# Mapping Resources > Tutorials/How-To >  [Award Winner] Inkscape Tapering River How-To

## RobA

Here is a real quick way to make nice, tapering rivers in Inkscape.  I'm not sure what version I have (I always use the nightly windows unstable builds) but this require Live Path Extensions which are available in the last stable release.

Alternately, you could use the Path along path extension to get a similar effect, but not editable.

Start by drawing a long, horizontal taper.  This will be your "pattern".  The width a the right-hand size will be the width of the river mouth.  My lines here aren't straight, they have a slight curve on them.  select this and hit ctrl-c (or edit->copy):


Now draw the river you want.  *Start at the origin of the river and end at the mouth!*.  I use the pencil tool, then simplify the shape using ctrl-l (path->simplify).  I then use the edit path by modes tool, select all the nodes (ctrl-a), and click the "make selected nodes smooth".  here you can see the curce I drew with smooth node handles:


With the river curve selected, open the Path Effects dialog (path->path effects).  From the "Apply new Effect" dropdown, pick "Pattern along Path" then click "Add".  Click the clipboard icon to paste the pattern we had copied back in the first step on to the path.  For rivers, select Single, stretched.  You can click on the Node Edit tool in the path effect dialog, and you will be able to change the pattern dynamically, seeing how it looks on the path:


The nice thing about pattern along path is that the original path (the river) can still be edited, and the pattern will just follow.

Draw a tributary (again with the pencil tool, then simplify and smooth nodes), keeping the direction in mind again.  Repeat the last step.  Here I am editing the pattern nodes to make this segment more narrow:


To combine the rivers, select them all, and set their path and fill to "None", then group them together.  Set the group fill to the colour you want (I picked cyan to demonstrate).  Duplicate that group, and set the duplicate's stroke to a darker colour.  I used blue, and 3 pixels.  Now push the duplicate group below, and the whole river is nicely outlined (you could also blur the outline for a softer look):


It is just as easy to add lake shapes to the group before setting the group stroke and fill to make lakes and rivers with continuous shoreline strokes.

-Rob A>

----------


## jfrazierjr

> Here is a real quick way to make nice, tapering rivers in Inkscape.  I'm not sure what version I have (I always use the nightly windows unstable builds) but this require Live Path Extensions which are available in the last stable release.
> 
> Alternately, you could use the Path along path extension to get a similar effect, but not editable.
> 
> Start by drawing a long, horizontal taper.  This will be your "pattern".  The width a the right-hand size will be the width of the river mouth.  My lines here aren't straight, they have a slight curve on them.  select this and hit ctrl-c (or edit->copy):
> 
> 
> Now draw the river you want.  *Start at the origin of the river and end at the mouth!*.  I use the pencil tool, then simplify the shape using ctrl-l (path->simplify).  I then use the edit path by modes tool, select all the nodes (ctrl-a), and click the "make selected nodes smooth".  here you can see the curce I drew with smooth node handles:
> 
> ...


Thanks Rob.   I will eventually have to start playing with Inkscape.   Again, I now owe you like 15 rep points...

CT's, give this many his 5th, umm 8th, 12th... umm I lost count... tutorial icon.

Joe

----------


## su_liam

Apparently I can't rep you yet.

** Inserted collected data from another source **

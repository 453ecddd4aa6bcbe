//! Learning the pool: the knobs that carry it from one cast to the next.
//!
//! The temperature of the second cast fits wind, light and diffusion, its oxygen the demand of the water; a third cast
//! that the fit has not seen says whether it is worth keeping. A knob that the casts do not tell stays as it was.
//!
//! Methods: `docs/methods.md`, section 8.

mod knob;
mod nearest;
mod stretch;

use std::ops::ControlFlow;

use crate::profile::Profile;
use crate::rank::Progress;
use crate::site::{Knobs, Site};
use crate::units::say;

use super::ahead::{ahead, forcing};
use super::layers::Layers;
use super::plan::PlanDay;
use super::run::{Run, SeasonDay, Setup};

use knob::{BREATH, Knob, WARMTH};
pub use knob::{DIFFUSION, Fitted, LIGHT_PER_M, WATER_DEMAND_MG_L_DAY, WIND};
pub use nearest::AS_NEAR;
use nearest::nearest;
pub use stretch::{Apart, Past};
use stretch::{Stretch, times};

/// Casts nearer than this tell too little of what lies between them, days (choice).
pub const LEAST_DAYS: i64 = 14;
/// Fewest samples of a cast (choice).
pub const LEAST_SAMPLES: usize = 5;
/// Trials about as many as most searches take, for the progress alone (choice).
const USUAL_TRIALS: f64 = 400.0;

/// The days of a run, as they passed: for a plan and a gate schedule that tell what has been.
pub fn past(setup: &Setup, run: &Run) -> Vec<Past> {
    let days = ahead(setup, run.start.pool_m(&setup.skies.site.pool));
    let mornings = std::iter::once(&run.start).chain(run.days.iter().map(|day| &day.layers));
    let one = |((plan, day), morning): ((&PlanDay, &SeasonDay), &Layers)| Past {
        forcing: forcing(plan, setup.skies.days.get(&plan.date).copied(), morning.layers.last()),
        levels: day.drawn.iter().map(|drawn| drawn.level.clone()).collect(),
    };
    days.iter().zip(&run.days).zip(mornings).map(one).collect()
}

/// What was learned of a pool.
#[derive(Debug, Clone, PartialEq)]
pub struct Learned {
    /// The knobs before.
    pub before: Knobs,
    /// The knobs that were found.
    pub knobs: Knobs,
    /// The second cast, with the knobs before and with those found.
    pub fitted: [Apart; 2],
    /// The third cast, begun from the second: the test.
    pub tested: [Apart; 2],
    /// Knobs that ended at an end of their range: the pool asks for more than is published.
    pub at_end: Vec<&'static str>,
    /// Knobs that the casts tell, and how far each can go while the pool comes about as near.
    pub near: Vec<(&'static str, [f64; 2])>,
    /// Knobs that the casts do not tell: they stay as they were.
    pub untold: Vec<&'static str>,
}

impl Learned {
    /// The knobs that were fitted, the oxygen's where the casts have it.
    pub fn each(&self) -> Vec<Fitted> {
        let with_oxygen = self.fitted.iter().chain(&self.tested).all(|a| a.oxygen_mg_l.is_some());
        let near =
            |knob: &Knob| self.near.iter().find(|near| near.0 == knob.name).map_or(knob.range, |n| n.1);
        let one = |knob: &Knob| Fitted {
            name: knob.name,
            before: *(knob.of)(&mut self.before.clone()),
            after: *(knob.of)(&mut self.knobs.clone()),
            range: knob.range,
            near: near(knob),
            at_end: self.at_end.contains(&knob.name),
            told: !self.untold.contains(&knob.name),
        };
        WARMTH.iter().chain(BREATH.iter().filter(|_| with_oxygen)).map(one).collect()
    }
}

/// Fits the knobs of a site between two casts and tests them on a third; `days` hold every day from that of the first
/// cast to the one before that of the third, and where it is told that one. Days of casts count from and to the hour of
/// the cast. `None` where `progress` stopped it.
///
/// # Errors
/// Why nothing was learned, in words: too few days or samples, days that are not told, no better, or worse on the third.
pub fn learn(
    site: &Site,
    casts: [&Profile; 3],
    days: &[Past],
    progress: Progress,
) -> Option<Result<Learned, String>> {
    let stretches = times(site, casts).and_then(|[first, second, third]| {
        let fit = Stretch::new([casts[0], casts[1]], [first, second], days)?;
        Ok([fit, Stretch::new([casts[1], casts[2]], [second, third], days)?])
    });
    let [fit, test] = match stretches {
        Ok(stretches) => stretches,
        Err(words) => return Some(Err(words)),
    };
    let before = site.season.knobs;
    let mut trial = site.clone();
    let mut off = |knobs: Knobs, stretch: &Stretch| {
        trial.season.knobs = knobs;
        stretch.off(&trial)
    };
    let (mut knobs, mut near, mut untold) = (before, Vec::new(), Vec::new());
    let mut done = 0.0;
    // oxygen moves no water, so the temperature is fitted first
    let with_oxygen = casts.iter().all(|c| !c.oxygen.is_empty());
    for (some, oxygen) in [(&WARMTH[..], false), (&BREATH[..], true)] {
        if oxygen && !with_oxygen {
            continue;
        }
        let found = nearest(some, knobs, &mut |knobs| {
            done += 1.0;
            if progress(done / (done + USUAL_TRIALS)) == ControlFlow::Break(()) {
                return None;
            }
            let off = off(knobs, &fit).ok();
            Some(off.map(|off| if oxygen { off.breath_mg_l } else { off.warmth_c }))
        })?;
        knobs = found.knobs;
        near.extend(found.near);
        untold.extend(found.untold);
    }
    let mut pair = |stretch: &Stretch| {
        let mut of = |knobs: Knobs| Ok::<_, String>(off(knobs, stretch)?.apart());
        Ok::<_, String>([of(before)?, of(knobs)?])
    };
    let (fitted, tested) = match (pair(&fit), pair(&test)) {
        (Ok(fitted), Ok(tested)) => (fitted, tested),
        (Err(words), _) | (_, Err(words)) => return Some(Err(words)),
    };
    if let Err(words) = worth(fitted, tested) {
        return Some(Err(words));
    }
    let ended = |knob: &&Knob| {
        let value = *(knob.of)(&mut knobs.clone());
        !untold.contains(&knob.name) && knob.range.iter().any(|end| (value / end - 1.0).abs() < 0.01)
    };
    let fitted_knobs = WARMTH.iter().chain(BREATH.iter().filter(|_| with_oxygen));
    let at_end = fitted_knobs.filter(ended).map(|knob| knob.name).collect();
    Some(Ok(Learned { before, knobs, fitted, tested, at_end, near, untold }))
}

/// Whether the knobs that were found are worth keeping.
fn worth(fitted: [Apart; 2], tested: [Apart; 2]) -> Result<(), String> {
    let worse = |[before, after]: [f64; 2]| after > before;
    let warmth = |a: [Apart; 2]| a.map(|a| a.temperature_c);
    let breath = |a: [Apart; 2]| Some([a[0].oxygen_mg_l?, a[1].oxygen_mg_l?]);
    let [was, is] = warmth(fitted);
    let breathes = breath(fitted).is_some_and(|[was, is]| is < was);
    if is > was || (is >= was && !breathes) {
        let was = say::dc(was, 2);
        return Err(format!(
            "no knobs within the published ranges come nearer to the second cast than {was}"
        ));
    }
    if worse(warmth(tested)) {
        let [was, is] = warmth(tested).map(|c| say::dc(c, 2));
        return Err(format!("on the third cast the fit is worse than before: off by {is} against {was}"));
    }
    if let Some([was, is]) = breath(tested).filter(|pair| worse(*pair)) {
        return Err(format!(
            "on the third cast the oxygen of the fit is worse than before: off by {is:.2} mg/L against {was:.2}"
        ));
    }
    Ok(())
}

This one definitely earns it.

One modification I've found is, once you have the geometry to your liking, Convert Object to Path on your tributary river and then Union the result to the rest of your river system. It lacks the easy fixability of your way, but seems simpler, and, in my opinion, looks slightly better. You can then manipulate individual nodes on your uber-Path river.

----------


## Karro

So... can you import an image into the background of Inkscape so you can be sure you're placing rivers right?

Say... flatten a current copy of your working map and export it at (presumably at full size), then import into the background of Inkscape, get your river paths just right, then zap the background.

Then somehow, going back to, say, GIMP, import the river path right into GIMP?

I don't suppose you could detail the process you use?

----------


## jfrazierjr

This will be so much help to anyone who does not have a pressure sensitive tablet to be able to "fairly" easily draw rivers with a nice taper from start to finish.

Joe

----------


## Karro

> This will be so much help to anyone who does not have a pressure sensitive tablet to be able to "fairly" easily draw rivers with a nice taper from start to finish.
> 
> Joe


Like me  :Smile:

----------


## su_liam

Even if you do have a pressure sensitive tablet rivers can sometimes be... painful.

----------


## Robbie

Would anyone like a tutorial on how to do this in photoshop or is this good enough to cover it for both?

----------


## jfrazierjr

> Would anyone like a tutorial on how to do this in photoshop or is this good enough to cover it for both?


Sure nuff!  Though I don't have PS, we can never have to many ways to do the same thing in other tools(of course if the tuts were grouped by tool, it would help people find them, but I think someone mentioned that before :Razz: ).   

Joe

----------


## su_liam

> Would anyone like a tutorial on how to do this in photoshop or is this good enough to cover it for both?


If this can be done in photoshop, bring it on!

----------


## delgondahntelius

Repped... Great tut... You need one for Illustrator tho ..  :Smile:  but PS will work for me

----------


## RobA

Just an update -

There are some nice features being previewed for the .47 release of Inkscape.  Worth mentioning in this thread are "spiro curves" and freehand shapes (kind of like stroke brushes).  Here is a post with a video demoing these.  Should make tapered rivers trivial in Inkscape (and spiro curves seem way easier than beziers for making rivers...)

-Rob A>

----------


## RobA

OK - Here is a real embarrassing update...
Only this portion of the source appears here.